▶ [What the task requires]: Retype only the lines at the head of the records, first through the one with "use crate::chemistry::interaction::Interaction;", exactly as written.

(Information supplied)

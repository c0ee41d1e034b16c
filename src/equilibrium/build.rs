//! From a resolved problem to the numbers that the solver takes.
//!
//! Components and held values keep the order that the problem has them in, solids in excess
//! stand behind the held values, and those that may form are the candidates, each in the
//! order written; species are the rows of its stoichiometry.

use std::f64::consts::LN_10;
use std::sync::Arc;

use num_rational::Rational64;
use num_traits::{One, ToPrimitive};

use super::system::{Activity, Candidate, Fixed, IonicStrength, Row, Species, System};
use crate::chemistry::activity::{ActivityKind, ActivityModel};
use crate::chemistry::interaction::Interaction;
use crate::chemistry::ion_size::ion_size;
use crate::problem::model::{Held, HeldWhat, Presence, Problem, Solid};
use crate::problem::scope::{PROTON, WATER};

pub fn system(problem: &Problem) -> System {
    let scope = &problem.scope;
    let species = scope
        .stoichiometry
        .species
        .iter()
        .zip(&scope.dissolved)
        .map(|(row, &s)| Species {
            row: row.row.clone(),
            ln_k: ln_formation(problem, s),
            water: water_taken(problem, s),
            charge: row.charge,
            // The table is only asked where the model takes sizes.
            ion_size: match problem.activity {
                ActivityKind::ExtendedDebyeHuckel => ion_size(&scope.species[s]).angstrom,
                _ => 0.0,
            },
        })
        .collect();
    let mut totals: Vec<f64> =
        problem.amounts.iter().map(|amount| amount.total.unwrap_or(0.0)).collect();
    totals[PROTON] = -(1..totals.len())
        .map(|j| f64::from(scope.components[j].formula.charge) * totals[j])
        .sum::<f64>();
    let held = problem.held.iter().filter_map(|held| fixed(problem, held));
    let excess = problem.solids_that_are(Presence::Excess).filter_map(|solid| {
        let Candidate { row, ln_value } = candidate(problem, solid)?;
        Some(Fixed { supply: row.clone(), row, ln_value, concentration_of: None })
    });
    System {
        species,
        totals,
        fixed: held.chain(excess).collect(),
        candidates: problem
            .solids_that_are(Presence::Forms)
            .filter_map(|solid| candidate(problem, solid))
            .collect(),
        activity: activity(problem),
        ionic_strength: match problem.ionic_strength {
            Some(value) => IonicStrength::Given(value),
            None => IonicStrength::Computed,
        },
    }
}

fn activity(problem: &Problem) -> Activity {
    match problem.activity {
        ActivityKind::Pitzer => {
            let species = &problem.scope.species;
            let dissolved = problem.scope.dissolved.iter().map(|&s| species[s].as_ref());
            Activity::ByComposition(Arc::new(Interaction::new(dissolved, problem.kelvin)))
        }
        kind => ActivityModel::new(kind, problem.kelvin).into(),
    }
}

/// Molecules of water that the formation of a species from the components takes up; zero
/// where the model leaves the activity of water at one.
pub fn water_taken(problem: &Problem, species: usize) -> f64 {
    if problem.activity != ActivityKind::Pitzer {
        return 0.0;
    }
    let scope = &problem.scope;
    let Some(made) = scope.belonging.made[species].as_ref() else { return 0.0 };
    let water = &scope.species[WATER];
    let of_reaction = |r: usize| -> Rational64 {
        let participants = scope.reactions[r].participants.iter();
        participants.filter(|p| p.formula == *water).map(|p| p.coefficient).sum()
    };
    let sum: Rational64 = made.combination.iter().map(|&(r, by)| -by * of_reaction(r)).sum();
    sum.to_f64().unwrap_or(0.0)
}

/// ln of the formation constant of a species of the scope from the components; zero for
/// one that does not belong.
pub fn ln_formation(problem: &Problem, species: usize) -> f64 {
    let made = problem.scope.belonging.made[species].as_ref();
    made.map_or(0.0, |made| LN_10 * made.log_beta(|r| problem.log_k[r]))
}

/// A solid with activity one.
fn candidate(problem: &Problem, solid: &Solid) -> Option<Candidate> {
    let made = problem.scope.belonging.made[solid.species].as_ref()?;
    let ln_value = -ln_formation(problem, solid.species);
    Some(Candidate { row: made.row.clone(), ln_value })
}

fn fixed(problem: &Problem, held: &Held) -> Option<Fixed> {
    let scope = &problem.scope;
    let row_of = |species: usize| -> Option<Row> {
        Some(scope.belonging.made[species].as_ref()?.row.clone())
    };
    let single = |j: usize| vec![(j, Rational64::one())];
    Some(match held.what {
        HeldWhat::Ph(ph) => Fixed {
            row: single(PROTON),
            ln_value: -ph * LN_10,
            water: 0.0,
            concentration_of: None,
            supply: single(PROTON),
        },
        HeldWhat::Pe(pe) => {
            let electron = scope.component("e-")?;
            Fixed {
                row: single(electron),
                ln_value: -pe * LN_10,
                water: 0.0,
                concentration_of: None,
                supply: supply(problem, electron),
            }
        }
        HeldWhat::Pressure { species, atm } => {
            let row = row_of(species)?;
            Fixed {
                ln_value: atm.ln() - ln_formation(problem, species),
                water: water_taken(problem, species),
                concentration_of: None,
                supply: row.clone(),
                row,
            }
        }
        HeldWhat::Activity { species, value } => Fixed {
            row: row_of(species)?,
            ln_value: value.ln() - ln_formation(problem, species),
            water: water_taken(problem, species),
            concentration_of: None,
            supply: supply(problem, held.releases?),
        },
        HeldWhat::Concentration { species, value } => Fixed {
            row: row_of(species)?,
            ln_value: value.ln() - ln_formation(problem, species),
            water: water_taken(problem, species),
            concentration_of: Some(scope.row_of(species)?),
            supply: supply(problem, held.releases?),
        },
    })
}

/// One mole more of a component's total, with what that means for the charge balance.
fn supply(problem: &Problem, component: usize) -> Row {
    let charge = problem.scope.components[component].formula.charge;
    let own = (component, Rational64::one());
    if charge == 0 {
        vec![own]
    } else {
        vec![(PROTON, Rational64::from_integer(-i64::from(charge))), own]
    }
}
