//! How far the pH is uncertain for the uncertainty of the constants, to first order.

use std::f64::consts::LN_10;

use num_traits::ToPrimitive;

use super::quantities::Solved;
use super::sensitivity::Sensitivity;
use crate::problem::model::{HeldWhat, Presence, Problem};

/// One standard uncertainty of the pH, the constants taken as independent of one another.
/// None where no constant in use states one, where the pH is held, or where the answer has
/// no derivatives.
pub fn ph_uncertainty(problem: &Problem, solved: &Solved) -> Option<f64> {
    let scope = &problem.scope;
    if problem.held.iter().any(|held| matches!(held.what, HeldWhat::Ph(_))) {
        return None;
    }
    let stated: Vec<(usize, f64)> = scope
        .reactions_in_use()
        .filter_map(|(r, reaction)| Some((r, reaction.constant.as_ref()?.uncertainty?)))
        .filter(|(_, uncertainty)| *uncertainty > 0.0)
        .collect();
    if stated.is_empty() {
        return None;
    }
    let sensitivity = Sensitivity::new(&solved.system, &solved.answer)?;
    // How the pH moves with ln K of each species' and each held phase's formation.
    let mut slopes: Vec<(usize, f64)> = Vec::new();
    for (row, &species) in scope.dissolved.iter().enumerate() {
        if let Some(response) = sensitivity.by_ln_k(row) {
            slopes.push((species, response.ph()));
        }
    }
    for (index, held) in problem.held.iter().enumerate() {
        let species = match held.what {
            HeldWhat::Pressure { species, .. }
            | HeldWhat::Activity { species, .. }
            | HeldWhat::Concentration { species, .. } => species,
            HeldWhat::Ph(_) | HeldWhat::Pe(_) => continue,
        };
        if let Some(response) = sensitivity.by_fixed(index) {
            // The constant is taken off the value.
            slopes.push((species, -response.ph()));
        }
    }
    let excess = problem.solids_that_are(Presence::Excess).enumerate();
    let excess = excess.map(|(k, solid)| (problem.held.len() + k, solid));
    let formed = problem.solids_that_are(Presence::Forms).zip(&solved.formed);
    let formed = formed.filter_map(|(solid, at)| Some(((*at)?, solid)));
    for (index, solid) in excess.chain(formed) {
        if let Some(response) = sensitivity.by_fixed(index) {
            slopes.push((solid.species, -response.ph()));
        }
    }
    let variance: f64 = stated
        .iter()
        .map(|&(r, uncertainty)| {
            let slope: f64 = slopes
                .iter()
                .map(|&(species, slope)| {
                    let made = scope.belonging.made[species].as_ref();
                    let times = made.and_then(|made| {
                        let by = made.combination.iter().find(|(reaction, _)| *reaction == r)?;
                        by.1.to_f64()
                    });
                    times.unwrap_or(0.0) * slope * LN_10
                })
                .sum();
            (slope * uncertainty).powi(2)
        })
        .sum();
    Some(variance.sqrt()).filter(|value| value.is_finite())
}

(End Information supplied)

▶ [Response to the exercise]:
repository c0ee41d1e034b16c
filename src/equilibrium/build.rs
//! From a resolved problem to the numbers that the solver takes.
//!
//! Components and held values keep the order that the problem has them in, solids in excess
//! stand behind the held values, and those that may form are the candidates, each in the
//! order written; species are the rows of its stoichiometry.

use std::f64::consts::LN_10;
use std::sync::Arc;

use num_rational::Rational64;
use num_traits::{One, ToPrimitive};

use super::system::{Activity, Candidate, Fixed, IonicStrength, Row, Species, System};
use crate::chemistry::activity::{ActivityKind, ActivityModel};
use crate::chemistry::interaction::Interaction;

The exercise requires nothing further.